>>
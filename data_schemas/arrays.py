"""Immutable array bundles handed to the models: one per data format.

Both bundles are JAX pytrees (arrays are leaves, ``horizon`` and covariate names are static),
so they pass through ``jit``/``vmap``/``grad`` unchanged. This module does not import JAX
(commands that only read data start without it): it registers the bundles itself when JAX
is loaded already, and stopwise/_jax_setup.py calls ``register_pytrees`` when JAX is
imported later. Labels (subject ids, trial ids)
are kept on the bundle for reporting but dropped inside JAX transformations (they come back
as ``None`` after a tree round trip).

Stopping rows are decisions. Per-row fields are numpy/JAX arrays of length n_obs; the
condition table (``cond_*``, length n_cond) holds each distinct trial configuration, and
``cond[i]`` points row i at its condition, so models compute one table per condition
(n_cond x horizon) and gather, instead of repeating work per row.

Task variants (DESIGN.md) are part of the condition: a pool (``cond_pool_size``,
``cond_pool_bad``; 0 for constant odds) and, for trials whose odds were not told
(``cond_odds_known`` 0), what the participant had seen before the trial: own successful
draws and busts on earlier trials of the same learning stream (same subject and true
p_survive, trials in the order of their ids). So every such trial has its own condition.
"""

from __future__ import annotations

import sys
from collections.abc import Mapping
from dataclasses import dataclass, field, fields, replace
from types import ModuleType
from typing import Any

import numpy as np

STOPPING_ROW_FIELDS = (
    "subject",  # int32, 0..n_subjects-1
    "trial",  # int32, 0..n_trials-1 (global trial index)
    "step",  # int32 >= 0, successful draws so far
    "draw",  # float64, 1.0 = draw, 0.0 = stop
    "bust",  # float64, 1.0 = this draw busted (only where draw = 1)
    "cond",  # int32 index into the condition table
    "group",  # int32 contest group index (-1 for solo rows)
)
STOPPING_COND_FIELDS = (
    "cond_p_survive",
    "cond_gain",
    "cond_start",
    "cond_bust_keep",
    "cond_contest",  # 1.0 contest, 0.0 solo
    "cond_n_players",  # 1.0 for solo
    "cond_prize",  # 0.0 for solo
    "cond_keep_bank",  # 1.0 for solo (the player keeps the bank)
    "cond_pool_size",  # items in the pool (0.0: constant odds)
    "cond_pool_bad",  # bad items in the pool (0.0: constant odds)
    "cond_odds_known",  # 1.0 told, 0.0 not told (learning)
    "cond_seen_success",  # not told: own successful draws on earlier trials of the stream
    "cond_seen_fail",  # not told: own busts on earlier trials of the stream
    "cond_order",  # sequential contests: 1 moves first, 2 second, ...; 0 simultaneous
    "cond_seen_best",  # later movers: best final bank of the earlier movers (-1: none/unknown)
    "cond_seen_tied",  # later movers: earlier movers at that bank (0 first mover, -1 unknown)
)


@dataclass(frozen=True)
class StoppingData:
    """Decision-level stopping data as arrays (see module docstring for the layout)."""

    subject: Any
    trial: Any
    step: Any
    draw: Any
    bust: Any
    cond: Any
    group: Any
    cond_p_survive: Any
    cond_gain: Any
    cond_start: Any
    cond_bust_keep: Any
    cond_contest: Any
    cond_n_players: Any
    cond_prize: Any
    cond_keep_bank: Any
    cond_pool_size: Any = None  # None (bundles built by hand): constant odds, told
    cond_pool_bad: Any = None
    cond_odds_known: Any = None
    cond_seen_success: Any = None
    cond_seen_fail: Any = None
    cond_order: Any = None  # None (bundles built by hand): no sequential contests
    cond_seen_best: Any = None
    cond_seen_tied: Any = None
    covariates: Mapping[str, Any] = field(default_factory=dict)
    horizon: int = 0  # steps 0..horizon-1 exist in every model table; >= max(step) + 1
    subject_labels: Any = None  # numpy array of original subject ids (index -> label)
    trial_labels: Any = None  # numpy array of (subject, trial) labels per global trial

    @property
    def n_obs(self) -> int:
        return int(np.shape(self.step)[-1])

    @property
    def n_subjects(self) -> int:
        if self.subject_labels is not None:
            return len(self.subject_labels)
        return int(np.max(np.asarray(self.subject))) + 1

    @property
    def n_cond(self) -> int:
        return int(np.shape(self.cond_p_survive)[-1])

    # Per-row views of the condition table (cheap gathers).
    @property
    def p_survive(self) -> Any:
        return self.cond_p_survive[self.cond]

    @property
    def gain(self) -> Any:
        return self.cond_gain[self.cond]

    @property
    def start(self) -> Any:
        return self.cond_start[self.cond]

    @property
    def bank(self) -> Any:
        """Bank before the decision: start + step * gain."""
        return self.start + self.step * self.gain

    def condition_grid(self) -> StoppingData:
        """One row per (condition, step) for steps 0..H-1 (H = the horizon, at least the
        largest step + 1), each a draw without a bust and without covariates: the probe on
        which a model's P(draw | condition, step) table is read off."""
        horizon = int(max(self.horizon, int(np.max(np.asarray(self.step))) + 1))
        cond = np.repeat(np.arange(self.n_cond), horizon).astype(np.int32)
        n = len(cond)
        return replace(
            self,
            subject=np.zeros(n, np.int32),
            trial=np.zeros(n, np.int32),
            step=np.tile(np.arange(horizon), self.n_cond).astype(np.int32),
            draw=np.ones(n),
            bust=np.zeros(n),
            cond=cond,
            group=np.full(n, -1, np.int32),
            covariates={},
            horizon=horizon,
            subject_labels=None,
            trial_labels=None,
        )

    def take(self, rows: Any) -> StoppingData:
        """A bundle with only the given rows (condition table and labels kept whole)."""
        rows = np.asarray(rows)
        row_values = {name: np.asarray(getattr(self, name))[rows] for name in STOPPING_ROW_FIELDS}
        covs = {k: np.asarray(v)[rows] for k, v in self.covariates.items()}
        return replace(self, **row_values, covariates=covs)


@dataclass(frozen=True)
class LotteryData:
    """Binary lottery choices as arrays.

    Outcomes are padded to a common width K with probability 0 (padded outcome values repeat
    the option's first outcome), so rank-dependent sums are unchanged by the padding.
    """

    subject: Any  # int32 (n_obs,)
    choice_b: Any  # float64 (n_obs,), 1.0 = chose B
    a_x: Any  # float64 (n_obs, K)
    a_p: Any
    b_x: Any
    b_p: Any
    covariates: Mapping[str, Any] = field(default_factory=dict)
    subject_labels: Any = None
    item_labels: Any = None  # numpy array of item ids per row

    @property
    def n_obs(self) -> int:
        return int(np.shape(self.choice_b)[-1])

    @property
    def n_subjects(self) -> int:
        if self.subject_labels is not None:
            return len(self.subject_labels)
        return int(np.max(np.asarray(self.subject))) + 1

    def take(self, rows: Any) -> LotteryData:
        rows = np.asarray(rows)
        values = {
            name: np.asarray(getattr(self, name))[rows]
            for name in ("subject", "choice_b", "a_x", "a_p", "b_x", "b_p")
        }
        covs = {k: np.asarray(v)[rows] for k, v in self.covariates.items()}
        return replace(self, **values, covariates=covs, item_labels=None)


_LABEL_FIELDS = {"subject_labels", "trial_labels", "item_labels"}


def _register(tree_util: ModuleType, cls: type, static: tuple[str, ...]) -> None:
    array_fields = tuple(
        f.name
        for f in fields(cls)
        if f.name not in _LABEL_FIELDS and f.name not in static and f.name != "covariates"
    )

    def flatten(obj: Any) -> tuple[tuple[Any, ...], tuple[Any, ...]]:
        cov_names = tuple(sorted(obj.covariates))
        children = tuple(getattr(obj, n) for n in array_fields) + tuple(
            obj.covariates[n] for n in cov_names
        )
        aux = (cov_names, *(getattr(obj, n) for n in static))
        return children, aux

    def unflatten(aux: tuple[Any, ...], children: tuple[Any, ...]) -> Any:
        cov_names, *static_values = aux
        k = len(array_fields)
        kwargs = dict(zip(array_fields, children[:k]))
        kwargs["covariates"] = dict(zip(cov_names, children[k:]))
        kwargs.update(zip(static, static_values))
        return cls(**kwargs)

    tree_util.register_pytree_node(cls, flatten, unflatten)


_REGISTERED: list[ModuleType] = []


def register_pytrees(tree_util: ModuleType) -> None:
    """Register StoppingData (``horizon`` static) and LotteryData with ``jax.tree_util``,
    once per process."""
    if _REGISTERED:
        return
    _register(tree_util, StoppingData, static=("horizon",))
    _register(tree_util, LotteryData, static=())
    _REGISTERED.append(tree_util)


if "jax" in sys.modules:  # JAX loaded first: register now (else stopwise/_jax_setup.py does)
    register_pytrees(sys.modules["jax"].tree_util)
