"""Lottery-choice data: required columns, outcome/probability pairs per option, finite
outcomes, probabilities in [0, 1] summing to 1 per option, and the outcome-index limit."""

from __future__ import annotations

import numpy as np
import pandas as pd

from . import columns as C
from .checker import Checker, quoted_labels
from .checks_limits import report_outcome_indices_beyond_limit

PROBABILITY_TOLERANCE = 1e-6


def check_lottery(ch: Checker) -> tuple[pd.DataFrame, dict]:
    ch.require(C.LOTTERY_REQUIRED)
    subject = ch.key("subject", "a participant id")
    ch.key("item", "an item id")
    choice = ch.labels("choice", C.CHOICES, True, quoted_labels(C.CHOICES))
    too_wide = report_outcome_indices_beyond_limit(ch.collector, ch.frame.columns)
    indices = C.lottery_outcome_indices(c for c in ch.frame.columns if c not in too_wide)
    for option in ("a", "b"):
        wanted = indices[option] or [1]
        for k in wanted:
            for part in ("x", "p"):
                name = f"{option}_{part}{k}"
                if not ch.has(name):
                    ch.missing_column(name, [str(c) for c in ch.frame.columns])
        check_option(ch, option, wanted)
    stats: dict = {}
    if subject is not None and choice is not None:
        stats = {
            "subjects": int(subject.values.max()) + 1 if ch.n else 0,
            "items": int(ch.frame["item"].nunique()) if ch.has("item") else 0,
            "share choosing B": float(np.mean(choice.values == 1)) if ch.n else 0.0,
        }
    return (ch.clean_frame(()) if ch.collector.ok else None), stats


def check_option(ch: Checker, option: str, indices: list[int]) -> None:
    """Outcomes need a value where their probability is positive; probabilities lie in
    [0, 1] and sum to 1 (within 1e-6) per option; an empty x/p pair is an unused slot."""
    total = np.zeros(ch.n)
    usable = np.ones(ch.n, dtype=bool)
    for k in indices:
        x = ch.numeric(
            f"{option}_x{k}",
            False,
            "a finite number (an outcome)",
            bounds=(-np.inf, np.inf, False, False),
        )
        p = ch.numeric(
            f"{option}_p{k}",
            False,
            "a probability between 0 and 1",
            bounds=(0.0, 1.0, False, False),
            range_kind="probability_range",
        )
        if x is None or p is None:
            usable[:] = False
            continue
        x_empty, p_empty = np.isnan(x.values), np.isnan(p.values)
        p_needed = np.flatnonzero(p_empty & ~x_empty)
        ch.collector.add_rows(
            "missing_value",
            ch.lines[p_needed],
            f"{option}_p{k}",
            np.full(len(p_needed), np.nan),
            "a probability for the outcome given beside it",
        )
        x_needed = np.flatnonzero(x_empty & p.ok & (p.values > 0))
        ch.collector.add_rows(
            "missing_value",
            ch.lines[x_needed],
            f"{option}_x{k}",
            np.full(len(x_needed), np.nan),
            "an outcome value where its probability is positive",
        )
        usable &= (p.ok | p_empty) & ~np.isin(np.arange(ch.n), p_needed)
        total += np.where(p.ok, p.values, 0.0)
    off = np.flatnonzero(usable & (np.abs(total - 1.0) > PROBABILITY_TOLERANCE))
    ch.collector.add_rows(
        "probability_sum",
        ch.lines[off],
        f"{option}_p*",
        total[off],
        f"the probabilities of option {option.upper()} to sum to 1 "
        f"(within {PROBABILITY_TOLERANCE:g})",
    )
<<
_TASK INSTRUCTIONS_
Copy out the entries exactly. Begin at the first line and end with the line that has "(global trial index)".

_RESULT_
filename data_schemas/arrays.py
"""Immutable array bundles handed to the models: one per data format.

Both bundles are JAX pytrees (arrays are leaves, ``horizon`` and covariate names are static),
so they pass through ``jit``/``vmap``/``grad`` unchanged. This module does not import JAX
(commands that only read data start without it): it registers the bundles itself when JAX
is loaded already, and stopwise/_jax_setup.py calls ``register_pytrees`` when JAX is
imported later. Labels (subject ids, trial ids)
are kept on the bundle for reporting but dropped inside JAX transformations (they come back
as ``None`` after a tree round trip).

Stopping rows are decisions. Per-row fields are numpy/JAX arrays of length n_obs; the
condition table (``cond_*``, length n_cond) holds each distinct trial configuration, and
``cond[i]`` points row i at its condition, so models compute one table per condition
(n_cond x horizon) and gather, instead of repeating work per row.

Task variants (DESIGN.md) are part of the condition: a pool (``cond_pool_size``,
``cond_pool_bad``; 0 for constant odds) and, for trials whose odds were not told
(``cond_odds_known`` 0), what the participant had seen before the trial: own successful
draws and busts on earlier trials of the same learning stream (same subject and true
p_survive, trials in the order of their ids). So every such trial has its own condition.
"""

from __future__ import annotations

import sys
from collections.abc import Mapping
from dataclasses import dataclass, field, fields, replace
from types import ModuleType
from typing import Any

import numpy as np

STOPPING_ROW_FIELDS = (
    "subject",  # int32, 0..n_subjects-1
    "trial",  # int32, 0..n_trials-1 (global trial index)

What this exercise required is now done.